News this week of a sharp rise in German social spending has triggered warnings that the country won’t be able to afford its welfare state ad infinitum.
A government report predicted that social spending will reach €962 billion, or $1.13 billion, this year, up from €918 billion in 2016, and is set to rise above €1 trillion by 2021 as a result of various benefit increases enacted under Chancellor Angela Merkel.
Nearly 600,000 German jobs could be at risk by 2040 if social insurance contributions keep rising, according to a new study by the Prognos economic research institute. The study, commissioned by the Confederation of German Employers’ Associations and the Bavarian business federation VBW, said that without cutbacks, social contributions will increase from about 40 percent of wages today to 48.8 percent by 2040.
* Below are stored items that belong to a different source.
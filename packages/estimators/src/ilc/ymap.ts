/**
 * A Compton-y map from a stack of bands by the ILC family: standard (one domain, tSZ constraint
 * only), constrained (one domain, tSZ plus zero response to the CMB and/or a dust SED) and
 * scale-dependent (several smooth ell windows, with or without deprojection). Bands are brought to
 * a common Gaussian effective beam (default: the widest band's FWHM), so the y map is the true y
 * convolved with that beam. The covariance comes from the apodised maps; the weights are applied to
 * the unapodised maps, so the y map covers the whole field.
 *
 * Methods: Eriksen et al. 2004 (ApJ 612, 633) for the ILC, Remazeilles, Delabrouille & Cardoso 2011
 * (MNRAS 410, 2481) for the constrained ILC, Delabrouille et al. 2009 (A&A 493, 835) for scale
 * domains and the ILC bias. See docs/ilc.md.
 */
import { UmbraError } from "@umbra/core";
import {
  apodisationWindow,
  crossPowerBinned,
  ellOfModes,
  gaussianBeam,
  getRfft2Plan,
  windowPowerFraction,
  type BinnedPower,
  type FlatGeometry,
} from "@umbra/maps";
import { componentResponse, type BandSpec, type ComponentSpec } from "@umbra/spectra";
import { inpaintHarmonic } from "../sources/inpaint.js";
import { apodisationModeFactor } from "./bias.js";
import { combineWithWeights, harmonicIlc, type IlcDomainReport } from "./harmonic.js";
import { cosineEllWindows, type EllWindowSet } from "./windows.js";

/** One band as the y-map builder needs it. */
export interface IlcBand {
  name: string;
  /** Map in K_CMB, row-major nx·ny (NaN marks missing pixels). */
  map: Float64Array;
  /** Frequency or bandpass, for the component responses. */
  band: BandSpec;
  /** Beam transfer function B(ℓ) evaluated on an array of multipoles (normalised B(0) = 1). */
  beamTransfer: (ell: Float64Array) => Float64Array;
  /** Beam FWHM in arcmin (for a beam file: its equivalent Gaussian), used to choose the effective beam. */
  fwhmArcmin: number;
  /** 1 = use, 0 = masked (e.g. a bright point source; inpainted before the transform), or null/absent. */
  mask?: Uint8Array | null;
}

/** Which member of the ILC family. */
export type IlcKind = "standard" | "constrained" | "scale";
/** Components the constrained ILC can null. */
export type DeprojectKind = "cmb" | "dust";
/** All deprojectable components, in a fixed order. */
export const DEPROJECT_KINDS: readonly DeprojectKind[] = ["cmb", "dust"];

/** Dust SED parameters for deprojection (modified blackbody). */
export interface DustSed {
  beta: number;
  temperatureK: number;
  refFrequencyGHz: number;
}

/**
 * Default dust SED: β = 1.6, T = 19.6 K at 353 GHz, close to the Galactic thermal-dust fits of Planck
 * Collaboration 2014 (A&A 571, A11) (from memory; a nuisance SED, not a measurement).
 */
export const DEFAULT_DUST_SED: DustSed = { beta: 1.6, temperatureK: 19.6, refFrequencyGHz: 353 };

/** Options of {@link buildYMap}. */
export interface YMapOptions {
  /** Family member (default "scale"). */
  ilc?: IlcKind;
  /** Components to null (default: ["cmb"] for "constrained", none otherwise). */
  deproject?: readonly DeprojectKind[];
  dust?: DustSed;
  /** Window boundaries in ℓ for "scale" (default: 300·2ⁿ below the Nyquist multipole). */
  ellBoundaries?: readonly number[];
  /** Transition width as a fraction of each boundary (default 0.5). */
  transitionFraction?: number;
  /** Largest acceptable ILC bias fraction per window (default 0.01). */
  maxBiasFraction?: number;
  /** FWHM of the y map's Gaussian effective beam, arcmin (default: the widest band's). */
  effectiveFwhmArcmin?: number;
  /** Width of the cosine edge taper used for the covariance, pixels (default: 5 % of the smaller side, at least 4). */
  apodisationWidthPix?: number;
  /** Electron temperature for a relativistic tSZ target, keV (default: non-relativistic). */
  kTeKeV?: number;
  /**
   * Maps (K_CMB, one per band, same order and grid) from which the band covariance is estimated
   * instead of the band maps themselves, e.g. the bands with a first-pass fit of every catalogued
   * cluster subtracted: cluster signal in the covariance correlates by chance with the
   * contaminants and the ILC then cancels part of it (the ILC bias of Delabrouille et al. 2009,
   * much larger than (m − k)/N_p for bright clusters on a steep foreground spectrum).
   */
  covarianceMaps?: readonly Float64Array[];
  /** Width of the noise-power bins in ℓ (default: twice the fundamental multipole 2π/L of the longer side L). */
  powerBinWidthEll?: number;
}

/** A y map and everything needed to use and trust it. */
export interface YMapProduct {
  /** Compton-y (dimensionless), row-major nx·ny, convolved with the effective beam; NaN where any band is missing or masked. */
  y: Float64Array;
  geometry: FlatGeometry;
  ilc: IlcKind;
  deprojected: DeprojectKind[];
  /** Gaussian FWHM of the y map's beam, arcmin. */
  effectiveFwhmArcmin: number;
  /**
   * Power spectrum of the y map (sr), from the apodised maps with the window's power fraction divided
   * out. It holds the clusters' own power too: for errors in a field of bright clusters use
   * {@link yMapNoisePower} with the clusters masked.
   */
  noisePower: BinnedPower;
  windows: EllWindowSet;
  merges: number;
  domains: IlcDomainReport[];
  biasWithinLimit: boolean;
  maxBiasFraction: number;
  bands: string[];
  /** Constraint SEDs (K_CMB per unit amplitude, per band): target first. */
  constraints: { component: string; response: number[] }[];
  /** ℓ of every stored mode of the grid's FFT layout (for aperture errors). */
  ellPerMode: Float64Array;
  /** Bin edges (ℓ) of noisePower. */
  powerBinEdgesEll: Float64Array;
  apodisation: { widthPix: number; modeFactor: number; powerFraction: number };
}

/** The effective beam's transfer: @umbra/maps' Gaussian beam (B_ℓ = exp(−ℓ(ℓ+1)σ²/2), the maps package's multipole convention). */
function gaussianTransfer(fwhmArcmin: number, ell: Float64Array): Float64Array {
  return gaussianBeam(fwhmArcmin).transferOnEll(ell);
}

function defaultBoundaries(ellNyquist: number): number[] {
  const out: number[] = [];
  for (let l = 300; l < 0.8 * ellNyquist; l *= 2) out.push(l);
  return out;
}

/** Per band and mode, B_eff(ℓ)/B_band(ℓ); NaN where the effective beam is below 1e-8 or the ratio exceeds 1e4 (mode left out). */
function beamRatios(bands: readonly IlcBand[], ell: Float64Array, effFwhmArcmin: number): Float64Array[] {
  const bEff = gaussianTransfer(effFwhmArcmin, ell);
  return bands.map((b) => {
    const bt = b.beamTransfer(ell);
    return bEff.map((e, k) => {
      if (e < 1e-8) return NaN;
      const r = e / (bt[k] as number);
      return Number.isFinite(r) && r < 1e4 ? r : NaN;
    });
  });
}

/**
 * Apply a y map's ILC (its windows, per-window weights and beam equalisation) to other maps of the
 * same bands, e.g. noise-only simulations (the y-map noise from simulations) or one sky component
 * alone (its residual in the y map). Maps in K_CMB, same order and grid as the y map's bands;
 * missing and masked pixels are inpainted as in {@link buildYMap}.
 */
export function applyYMapWeights(product: YMapProduct, bands: readonly IlcBand[]): Float64Array {
  const geom = product.geometry;
  validate(bands, geom);
  if (bands.length !== product.bands.length) {
    throw new UmbraError("BAD_DATA", `the y map was built from ${product.bands.length} bands, got ${bands.length}`, { field: "bands" });
  }
  const plan = getRfft2Plan(geom.nx, geom.ny);
  const n = geom.nx * geom.ny;
  const buf = new Float64Array(n);
  const spectra = bands.map((b) => {
    fillCentred(b, buf, geom.nx, geom.ny);
    const s = new Float64Array(plan.layout.spectrumLength);
    plan.forward(buf, s);
    return s;
  });
  const ratio = beamRatios(bands, product.ellPerMode, product.effectiveFwhmArcmin);
  const weights = product.domains.map((d) => Float64Array.from(d.weights));
  const spec = combineWithWeights(spectra, plan.layout, product.ellPerMode, ratio, product.windows, weights);
  const out = new Float64Array(n);
  plan.inverse(spec, out);
  return out;
}

/**
 * buf = map − mean(valid pixels), with missing (NaN) and masked pixels harmonically inpainted
 * (../sources/inpaint.ts): holes would leak large-scale power into cluster scales. Returns the mask
 * of pixels that were missing or masked.
 */
function fillCentred(b: IlcBand, buf: Float64Array, nx: number, ny: number): Uint8Array {
  const n = buf.length;
  const invalid = new Uint8Array(n);
  let sum = 0;
  let count = 0;
  for (let p = 0; p < n; p++) {
    const v = b.map[p] as number;
    if (Number.isFinite(v) && (b.mask == null || b.mask[p] !== 0)) {
      sum += v;
      count++;
    } else invalid[p] = 1;
  }
  if (count === 0) throw new UmbraError("BAD_DATA", "band map has no valid pixel (all missing or masked)", { band: b.name });
  const mean = sum / count;
  for (let p = 0; p < n; p++) buf[p] = invalid[p] ? 0 : (b.map[p] as number) - mean;
  if (count < n) inpaintHarmonic(buf, invalid, nx, ny);
  return invalid;
}

function validate(bands: readonly IlcBand[], geom: FlatGeometry): void {
  if (bands.length < 2) throw new UmbraError("BAD_DATA", `an ILC needs at least 2 bands, got ${bands.length}`, { field: "bands" });
  const n = geom.nx * geom.ny;
  for (const b of bands) {
    if (b.map.length !== n) throw new UmbraError("BAD_DATA", `map has ${b.map.length} pixels, the grid ${geom.nx}×${geom.ny}`, { band: b.name });
    if (!(b.fwhmArcmin > 0)) throw new UmbraError("BAD_VALUE", `beam FWHM ${b.fwhmArcmin} arcmin must be > 0`, { band: b.name, field: "beam_fwhm_arcmin" });
  }
}

function constraintList(bands: readonly IlcBand[], deproject: readonly DeprojectKind[], dust: DustSed, kTeKeV: number | undefined): { component: string; response: Float64Array }[] {
  const comps: { component: string; spec: ComponentSpec }[] = [{ component: "tsz", spec: kTeKeV !== undefined ? { kind: "tsz", kTeKeV } : { kind: "tsz" } }];
  for (const d of deproject) {
    if (d === "cmb") comps.push({ component: "cmb", spec: { kind: "cmb" } });
    else comps.push({ component: "dust", spec: { kind: "dust", ...dust } });
  }
  return comps.map((c) => ({ component: c.component, response: Float64Array.from(bands, (b) => componentResponse(c.spec, b.band, "K_CMB")) }));
}

/**
 * Build the y map (see module doc). Pure apart from the FFT plan cache.
 * @throws UmbraError BAD_DATA (fewer than 2 bands, grid mismatch, all-NaN band, non-positive-definite covariance,
 * more constraints than bands), BAD_VALUE / BAD_OPTION for bad options.
 */
export function buildYMap(bands: readonly IlcBand[], geom: FlatGeometry, options: YMapOptions = {}): YMapProduct {
  validate(bands, geom);
  const ilc = options.ilc ?? "scale";
  const deproject = [...new Set(options.deproject ?? (ilc === "constrained" ? ["cmb"] : []))] as DeprojectKind[];
  if (ilc === "constrained" && deproject.length === 0) {
    throw new UmbraError("BAD_OPTION", "the constrained ILC needs at least one component to deproject (cmb, dust)", { field: "deproject" });
  }
  const plan = getRfft2Plan(geom.nx, geom.ny);
  const layout = plan.layout;
  const ell = ellOfModes(layout, geom);
  const n = geom.nx * geom.ny;
  const widthPix = options.apodisationWidthPix ?? Math.max(4, Math.round(0.05 * Math.min(geom.nx, geom.ny)));
  const window = apodisationWindow(geom.nx, geom.ny, widthPix, "cosine");
  const invalid = new Uint8Array(n);
  const synth: Float64Array[] = [];
  const covSpec: Float64Array[] = [];
  const buf = new Float64Array(n);
  if (options.covarianceMaps !== undefined && options.covarianceMaps.length !== bands.length) {
    throw new UmbraError("INTERNAL", `${options.covarianceMaps.length} covariance maps for ${bands.length} bands`);
  }
  for (const [i, b] of bands.entries()) {
    const bad = fillCentred(b, buf, geom.nx, geom.ny);
    for (let p = 0; p < n; p++) if (bad[p]) invalid[p] = 1;
    const s = new Float64Array(layout.spectrumLength);
    plan.forward(buf, s);
    synth.push(s);
    const covMap = options.covarianceMaps?.[i];
    if (covMap !== undefined) fillCentred({ ...b, map: covMap }, buf, geom.nx, geom.ny);
    for (let p = 0; p < n; p++) buf[p] = (buf[p] as number) * (window[p] as number);
    const c = new Float64Array(layout.spectrumLength);
    plan.forward(buf, c);
    covSpec.push(c);
  }
  const effFwhm = options.effectiveFwhmArcmin ?? Math.max(...bands.map((b) => b.fwhmArcmin));
  if (!(effFwhm > 0)) throw new UmbraError("BAD_VALUE", `effective FWHM ${effFwhm} arcmin must be > 0`, { field: "effective-fwhm" });
  const ratio = beamRatios(bands, ell, effFwhm);
  const constraints = constraintList(bands, deproject, options.dust ?? DEFAULT_DUST_SED, options.kTeKeV);
  const ellNyq = Math.PI / Math.max(geom.dxRad, geom.dyRad);
  const boundaries = ilc === "scale" ? (options.ellBoundaries ?? defaultBoundaries(ellNyq)) : [];
  const modeFactor = apodisationModeFactor(window);
  const res = harmonicIlc({
    layout,
    ellPerMode: ell,
    covarianceSpectra: covSpec,
    synthesisSpectra: synth,
    beamRatio: ratio,
    constraints: constraints.map((c) => c.response),
    windows: cosineEllWindows(boundaries, options.transitionFraction ?? 0.5),
    maxBiasFraction: options.maxBiasFraction ?? 0.01,
    modeFactor,
    bandNames: bands.map((b) => b.name),
  });
  const y = new Float64Array(n);
  plan.inverse(res.spectrum, y);
  for (let p = 0; p < n; p++) if (invalid[p]) y[p] = NaN;
  const ellFund = (2 * Math.PI) / Math.max(geom.nx * geom.dxRad, geom.ny * geom.dyRad);
  const binWidth = options.powerBinWidthEll ?? 2 * ellFund;
  const ellCorner = Math.PI * Math.hypot(1 / geom.dxRad, 1 / geom.dyRad);
  const nBins = Math.max(1, Math.ceil(ellCorner / binWidth));
  const edges = Float64Array.from({ length: nBins + 1 }, (_, i) => i * binWidth + 1e-9);
  const raw = crossPowerBinned(res.covarianceOutputSpectrum, res.covarianceOutputSpectrum, layout, geom, edges);
  const w2 = windowPowerFraction(window);
  const noisePower: BinnedPower = { ellCenters: raw.ellCenters, cl: raw.cl.map((v) => v / w2), modeCounts: raw.modeCounts };
  return {
    y,
    geometry: geom,
    ilc,
    deprojected: deproject,
    effectiveFwhmArcmin: effFwhm,
    noisePower,
    windows: res.windows,
    merges: res.merges,
    domains: res.domains,
    biasWithinLimit: res.biasWithinLimit,
    maxBiasFraction: res.maxBiasFraction,
    bands: bands.map((b) => b.name),
    constraints: constraints.map((c) => ({ component: c.component, response: Array.from(c.response) })),
    ellPerMode: ell,
    powerBinEdgesEll: edges,
    apodisation: { widthPix, modeFactor, powerFraction: w2 },
  };
}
A big factor is the aging population, which creates fewer contributors and more benefit recipients. The study said contributions could even reach 55.5 percent if the costs of healthcare and nursing accelerate.
“We’ve reached a point at which that’s no longer sustainable,” said Michael Fuchs, a senior lawmaker for her Christian Democratic Union (CDU) party. He said more than half the federal budget was now devoted to social spending.
These rising non-wage labor costs will lessen Germany’s economic competitiveness and reduce consumer spending, the study concluded.
“If social spending rises faster than economic output, that can’t work in the long run,” said Reinhold von Eben-Worlée, the president of Die Familienunternehmer, an association of family-owned businesses.